The pork was yummo! To use another Food Network star's word for delicious. The side dishes were traditional with a twist of lime.
Daughter bought five humongous ears of sweet corn and a head of green cabbage almost too big for my chef's knife to reach through.
First The corn:
Oldest grandson helped me shuck the corn. He is so funny. Three hours after I tried to get to taste the Barbecue sauce straight from the bottle he's still complaining that he won't like dinner, but wants to eat raw corn.
After a quick wash, I cut/broke each ear "half" and laid them in a microwave safe glass baking dish. (13 X 9 inches) I sprinkled on a bit of salt and black pepper. The Microplane made fast work of zesting a lime directly over the corn and a reamer made adding the juice of 1/2 lime easy. Roll em over a couple times. I sliced 1/4 inch slices from a cube margarine and then cut each slice in half. I carefully placed one piece of margarine on each cob section. I covered the dish with it's microwave safe lid and put the corn in the fridge for an hour or so.
While the sauce was reducing, (see Pulled Pork?) I got the corn out. In our microwave, that big baking dish requires that the turntable be turned off . I just loosened a corner of the lid and put the dish in on high for 5 minutes. Turned it around and gave it another 3 minutes.
Then the salad:
I stripped off the discolored outer leaves and gave the whole head a quick rinse in cold water. This head was very heavy for its size (like a bowling ball, not a child's ball). Sizing it up for surgery, I made sure it was FLAT on the bottom before I divided the head in two and removed the core. One half went back into a bag for another meal. At this point, I really missed the food processor. (a small part broke making the slicer useless). No trouble. I just sliced the head into thirds parallel to the core and then shredded each third with the knife.

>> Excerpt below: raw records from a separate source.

def paired_bootstrap(a, b, *, n_boot: int = 2000, seed: int = 0, confidence: float = 0.95) -> tuple[float, float, float]:
    r"""Mean per-prompt difference and its percentile bootstrap interval over prompts.

    Shape: ``a (P,), b (P,)`` (the same prompts, in the same order) ``-> (mean, lo, hi)``.

    .. math:: \bar d = \frac1P\sum_p (a_p - b_p),\qquad [\lo, \hi] = \text{quantiles } \tfrac{1-c}{2},
              \tfrac{1+c}{2} \text{ of } \bar d^{*} \text{ over } n_{boot} \text{ resamples of the prompts}

    ``a`` and ``b``: finite, non-empty, the same length; ``n_boot`` in [1, 1,000,000]; ``seed`` an int >= 0;
    ``confidence`` in (0, 1).

    References: Efron & Tibshirani 1993, "An Introduction to the Bootstrap", ch. 13 (percentile interval).
    """
    a, b = _check_values("a", a), _check_values("b", b)
    if len(b) != len(a):
        raise ValueError(f"b must hold as many prompts as a (P={len(a)}; paired values, the same prompts in the same "
                         f"order), got {len(b)}")
    _check_interval_options(n_boot, seed, confidence)
    # near float64's edge a difference or a sum of P values overflows: work at 2^-64 scale (exact for powers of two)
    scale = 2.0**64 if max(float(np.abs(a).max()), float(np.abs(b).max())) > 2.0**960 else 1.0
    d = a / scale - b / scale
    rng = np.random.default_rng(seed)
    idx = rng.integers(0, len(d), size=(n_boot, len(d)))
    boot = d[idx].mean(1)
    alpha = (1 - confidence) / 2
    return (float(d.mean() * scale), float(np.quantile(boot, alpha) * scale),
            float(np.quantile(boot, 1 - alpha) * scale))
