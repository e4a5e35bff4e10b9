"""Unbiased best-of-k and pass@k from pools of scored samples, with confidence intervals.

* :mod:`bonft.estimate.bestofk` -- best-of-k U-statistics over a pool's k-subsets
  (:func:`best_of_k`, :func:`best_of_k_per_prompt`, :func:`pass_at_k_per_prompt`);
* :mod:`bonft.estimate.passk` -- pass@k from (n, c) counts (:func:`pass_at_k`);
* :mod:`bonft.estimate.intervals` -- bootstrap intervals over prompts and the curve summary
  (:func:`bootstrap_ci`, :func:`reward_bounds`, :func:`default_ks`, :class:`CurveSummary`, :func:`summarize`);
* :mod:`bonft.estimate.paired` -- policies compared on the same prompts: per-prompt curves, paired
  bootstrap differences over prompts and Student-t differences over training seeds, and their tables
  (:func:`per_prompt_curves`, :func:`paired_comparison`, :func:`seed_comparison`).

Hyper-parameters (``k``, ``ks``, ...) are keyword-only.
"""
from bonft.estimate.bestofk import best_of_k, best_of_k_per_prompt, pass_at_k_per_prompt
from bonft.estimate.intervals import MIN_BOOT_PROMPTS, CurveSummary, bootstrap_ci, default_ks, reward_bounds, summarize
from bonft.estimate.paired import (
    paired_bootstrap,
    paired_comparison,
    paired_table,
    per_prompt_curves,
    seed_comparison,
    t_interval,
)
from bonft.estimate.passk import pass_at_k

__all__ = [
    "best_of_k",
    "best_of_k_per_prompt",
    "pass_at_k_per_prompt",
    "pass_at_k",
    "bootstrap_ci",
    "reward_bounds",
    "default_ks",
    "CurveSummary",
    "summarize",
    "MIN_BOOT_PROMPTS",
    "per_prompt_curves",
    "paired_bootstrap",
    "paired_comparison",
    "paired_table",
    "seed_comparison",
    "t_interval",
]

The rest of the ingredients:
2 ribs of celery, chopped
4 green onions, thinly sliced green and white parts
1/2 cup (+/-) Dried Cranberries
1/2 cup (+/-) Sunflower seeds (we like raw, unsalted)
Juice of 1/2 Lime
1/2 cup (+/-) light Mayonnaise
Salt (a couple shakes and a moment of silence)

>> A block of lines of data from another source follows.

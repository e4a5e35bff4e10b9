r"""Curves over prompts with bootstrap intervals: :func:`summarize`, :class:`CurveSummary`, :func:`bootstrap_ci`.

:func:`summarize` estimates, for every prompt, the best-of-k value (the verifier
picks) and pass@k (the best true reward among k) with the U-statistics of
:mod:`bonft.estimate.bestofk`, and puts a percentile bootstrap interval over
prompts around their means.

References: Efron & Tibshirani 1993, "An Introduction to the Bootstrap"
(percentile interval); Chow et al. 2024 (best-of-k); Chen et al. 2021 (pass@k).
"""
from __future__ import annotations

import json
from dataclasses import dataclass, field

import numpy as np

from bonft._core.bootstrap import resample_counts
from bonft._core.checks import (
    as_float_array,
    check_finite,
    check_fraction,
    check_int,
    check_ks,
    check_n_boot,
    check_nonempty,
    check_seed,
)
from bonft.estimate.bestofk import _best_of_k_matrix, _pools, _ragged_best_of_k, _smallest_pool

__all__ = ["bootstrap_ci", "default_ks", "CurveSummary", "summarize", "MIN_BOOT_PROMPTS"]


def bootstrap_ci(values, *, confidence: float = 0.95, n_boot: int = 2000, seed: int = 0):
    r"""Percentile bootstrap over prompts.

    Shape: ``values (P, K) -> (mean (K,), lo (K,), hi (K,))``; ``(P,)`` gives three floats.

    .. math:: \bar v^{*}_b = \frac1P \sum_p W_{bp} v_p,\quad
              [lo, hi] = \mathrm{quantile}_{(1\mp c)/2}\{\bar v^{*}_b\}

    Each of ``n_boot`` replicates resamples the P prompts with replacement and
    takes the column means; ``lo``/``hi`` are the ``(1 -+ confidence)/2``
    quantiles of those means (Efron & Tibshirani 1993, percentile interval).
    ``mean`` is the plain mean over prompts. A 1-D ``values (P,)`` gives scalars.
    Resampling is vectorised (counts matrix @ values, :mod:`bonft._core.bootstrap`), in
    chunks to bound memory.

    References: Efron & Tibshirani 1993, "An Introduction to the Bootstrap".
    """
    v = as_float_array("values", values, ndim=(1, 2))
    check_nonempty("values", v)
    check_finite("values", v)
    confidence = check_fraction("confidence", confidence, open_low=True, open_high=True)
    n_boot = check_n_boot(n_boot)
    seed = check_seed(seed)
    one_d = v.ndim == 1
    V = v[:, None] if one_d else v  # (P,) -> (P, 1)
    P = V.shape[0]
    rng = np.random.default_rng(seed)
    means = np.empty((n_boot, V.shape[1]))
    chunk = max(1, min(n_boot, 4_000_000 // P))
    for b0 in range(0, n_boot, chunk):
        b = min(chunk, n_boot - b0)
        means[b0 : b0 + b] = resample_counts(rng, P, b) @ V / P  # (b, P) counts: one matmul per chunk
    alpha = (1.0 - confidence) / 2.0
    lo, hi = np.quantile(means, [alpha, 1.0 - alpha], axis=0)
    mean = V.mean(axis=0)
    # a replicate mean cannot stray outside the data range, but keep lo <= mean <= hi exact
    lo, hi = np.minimum(lo, mean), np.maximum(hi, mean)
    if one_d:
        return float(mean[0]), float(lo[0]), float(hi[0])
    return mean, lo, hi


# ----------------------------------------------------------------------------- summary


def default_ks(smallest_pool: int) -> list[int]:
    r"""1, 2, 4, ... up to ``smallest_pool``, plus ``smallest_pool`` itself when it is not a power of 2.

    Shape: ``int -> list of K ints``.

    .. math:: \{2^j : 2^j \le n_{min}\} \cup \{n_{min}\}

    References: common practice (pass@k curves are read on a log-k axis, Chen et al. 2021).
    """
    n = check_int("smallest_pool", smallest_pool, min=1)
    ks = [1 << j for j in range(n.bit_length()) if (1 << j) <= n]
    if ks[-1] != n:
        ks.append(n)
    return ks


# Fewest prompts for which CurveSummary prints bootstrap intervals. The percentile bootstrap is a large-sample
# method: with P prompts a replicate can take only C(2P-1, P) distinct values (3 for P=2, 92378 for P=10), and
# with one prompt every replicate equals the data, a zero-width interval. 10 is common practice, not a theorem.
MIN_BOOT_PROMPTS = 10

_CURVES = ("best_of_k_mean", "best_of_k_lo", "best_of_k_hi", "pass_at_k_mean", "pass_at_k_lo", "pass_at_k_hi")


@dataclass
class CurveSummary:
    """Best-of-k (the verifier picks) and pass@k (the best true reward among k) over prompts, with intervals.

    ks: (K,) subset sizes; n_prompts: P; smallest_pool: the smallest pool size.
    best_of_k_mean / _lo / _hi: best-of-k mean and bootstrap interval (K,);
    pass_at_k_mean / _lo / _hi: the best true reward among k (pass@k for 0/1 rewards) (K,).
    per_prompt_best_of_k, per_prompt_pass_at_k: (P, K).
    """

    ks: np.ndarray
    n_prompts: int
    smallest_pool: int
    best_of_k_mean: np.ndarray
    best_of_k_lo: np.ndarray
    best_of_k_hi: np.ndarray
    pass_at_k_mean: np.ndarray
    pass_at_k_lo: np.ndarray
    pass_at_k_hi: np.ndarray
    per_prompt_best_of_k: np.ndarray = field(repr=False)
    per_prompt_pass_at_k: np.ndarray = field(repr=False)
    confidence: float = 0.95
    n_boot: int = 2000
    seed: int = 0

    @property
    def intervals_valid(self) -> bool:
        """False below ``MIN_BOOT_PROMPTS`` prompts: a bootstrap over so few prompts gives no honest interval."""
        return self.n_prompts >= MIN_BOOT_PROMPTS

    def table(self) -> str:
        """A fixed-width text table: one row per k; intervals print as ``n/a`` below ``MIN_BOOT_PROMPTS`` prompts."""
        pct = f"{100 * self.confidence:g}%"
        head = f"{'k':>6}  {'best-of-k':>9}  {pct + ' CI':>17}  {'pass@k':>7}  {pct + ' CI':>17}  {'gap':>7}"
        lines = [f"prompts: {self.n_prompts}   smallest pool: {self.smallest_pool}", head]
        ok = self.intervals_valid

        def ci(lo: float, hi: float) -> str:
            return f"[{lo:.4f}, {hi:.4f}]" if ok else f"{'n/a':^16}"

        for j, k in enumerate(self.ks):
            b, o = self.best_of_k_mean[j], self.pass_at_k_mean[j]
            lines.append(
                f"{int(k):>6}  {b:>9.4f}  {ci(self.best_of_k_lo[j], self.best_of_k_hi[j])}"
                f"  {o:>7.4f}  {ci(self.pass_at_k_lo[j], self.pass_at_k_hi[j])}  {o - b:>7.4f}"
            )
        if not ok:
            lines.append(f"intervals n/a: {self.n_prompts} prompt(s); a bootstrap over prompts needs at least "
                         f"{MIN_BOOT_PROMPTS} (see docs/estimate.md)")
        return "\n".join(lines)

    def to_dict(self) -> dict:
        """JSON-able dict of the curves (per-prompt matrices as nested lists)."""
        d = {
            "ks": [int(k) for k in self.ks],
            "n_prompts": int(self.n_prompts),
            "smallest_pool": int(self.smallest_pool),
            "confidence": float(self.confidence),
            "n_boot": int(self.n_boot),
            "seed": int(self.seed),
            "intervals_valid": self.intervals_valid,
        }
        if not self.intervals_valid:
            d["intervals_note"] = (f"{self.n_prompts} prompt(s): a bootstrap over prompts needs at least "
                                   f"{MIN_BOOT_PROMPTS}; the *_lo/*_hi values are not confidence intervals")
        for name in _CURVES:
            d[name] = [float(x) for x in getattr(self, name)]
        d["per_prompt_best_of_k"] = np.asarray(self.per_prompt_best_of_k, dtype=float).tolist()
        d["per_prompt_pass_at_k"] = np.asarray(self.per_prompt_pass_at_k, dtype=float).tolist()
        json.dumps(d, allow_nan=False)  # refuses NaN instead of writing it
        return d


def summarize(scores, rewards, *, ks=None, confidence: float = 0.95, n_boot: int = 2000,
              seed: int = 0) -> CurveSummary:
    r"""Per-prompt best-of-k and pass@k curves plus bootstrap CIs over prompts.

    Shape: ``scores, rewards (P, n)`` arrays or lists of 1-D arrays (ragged)
    ``-> CurveSummary`` with ``(K,)`` curves and ``(P, K)`` per-prompt values.

    .. math:: \mathrm{best\_of\_k}_k = \frac1P\sum_p V_{pk}(s, r),\qquad \mathrm{pass\_at\_k}_k = \frac1P\sum_p V_{pk}(r, r)

    ``ks``: int, sequence, or None for :func:`default_ks` of the smallest pool. Both curves use
    one bootstrap seed, so each replicate resamples the same prompts for both.

    References: Chow et al. 2024 (best-of-k); Chen et al. 2021 (pass@k);
    Efron & Tibshirani 1993 (percentile bootstrap).
    """
    check_n_boot(n_boot), check_seed(seed)  # before the per-prompt values are computed
    s, r = _pools(scores, rewards)
    smallest = _smallest_pool(s)
    ks_arr, _ = check_ks(default_ks(smallest) if ks is None else ks, smallest, name="ks")
    if isinstance(s, list):
        best, top = _ragged_best_of_k(s, r, ks_arr), _ragged_best_of_k(r, r, ks_arr)
    else:
        best, top = _best_of_k_matrix(s, r, ks_arr), _best_of_k_matrix(r, r, ks_arr)
    bm, bl, bh = bootstrap_ci(best, confidence=confidence, n_boot=n_boot, seed=seed)
    pm, pl, ph = bootstrap_ci(top, confidence=confidence, n_boot=n_boot, seed=seed)
    return CurveSummary(
        ks=ks_arr, n_prompts=len(s), smallest_pool=smallest,
        best_of_k_mean=bm, best_of_k_lo=bl, best_of_k_hi=bh, pass_at_k_mean=pm, pass_at_k_lo=pl, pass_at_k_hi=ph,
        per_prompt_best_of_k=best, per_prompt_pass_at_k=top, confidence=confidence, n_boot=n_boot, seed=seed,
    )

Black Pepper (grind it until you think it's enough and then give it one more twist)
Mix it all together and chill an hour or so before dinner. The sweetness of the cranberries will blend with tartness of the lime. If your sunflower seeds are toasted, roasted, or otherwise cooked leave them out and add them to each serving. (they get soggy)
Oh Yeah, the grandson who was going to hate dinner based on a drop of cold barbecue sauce -- He declared the entire meal to be the best he ever ate and asked for triple sauce on his second sandwich!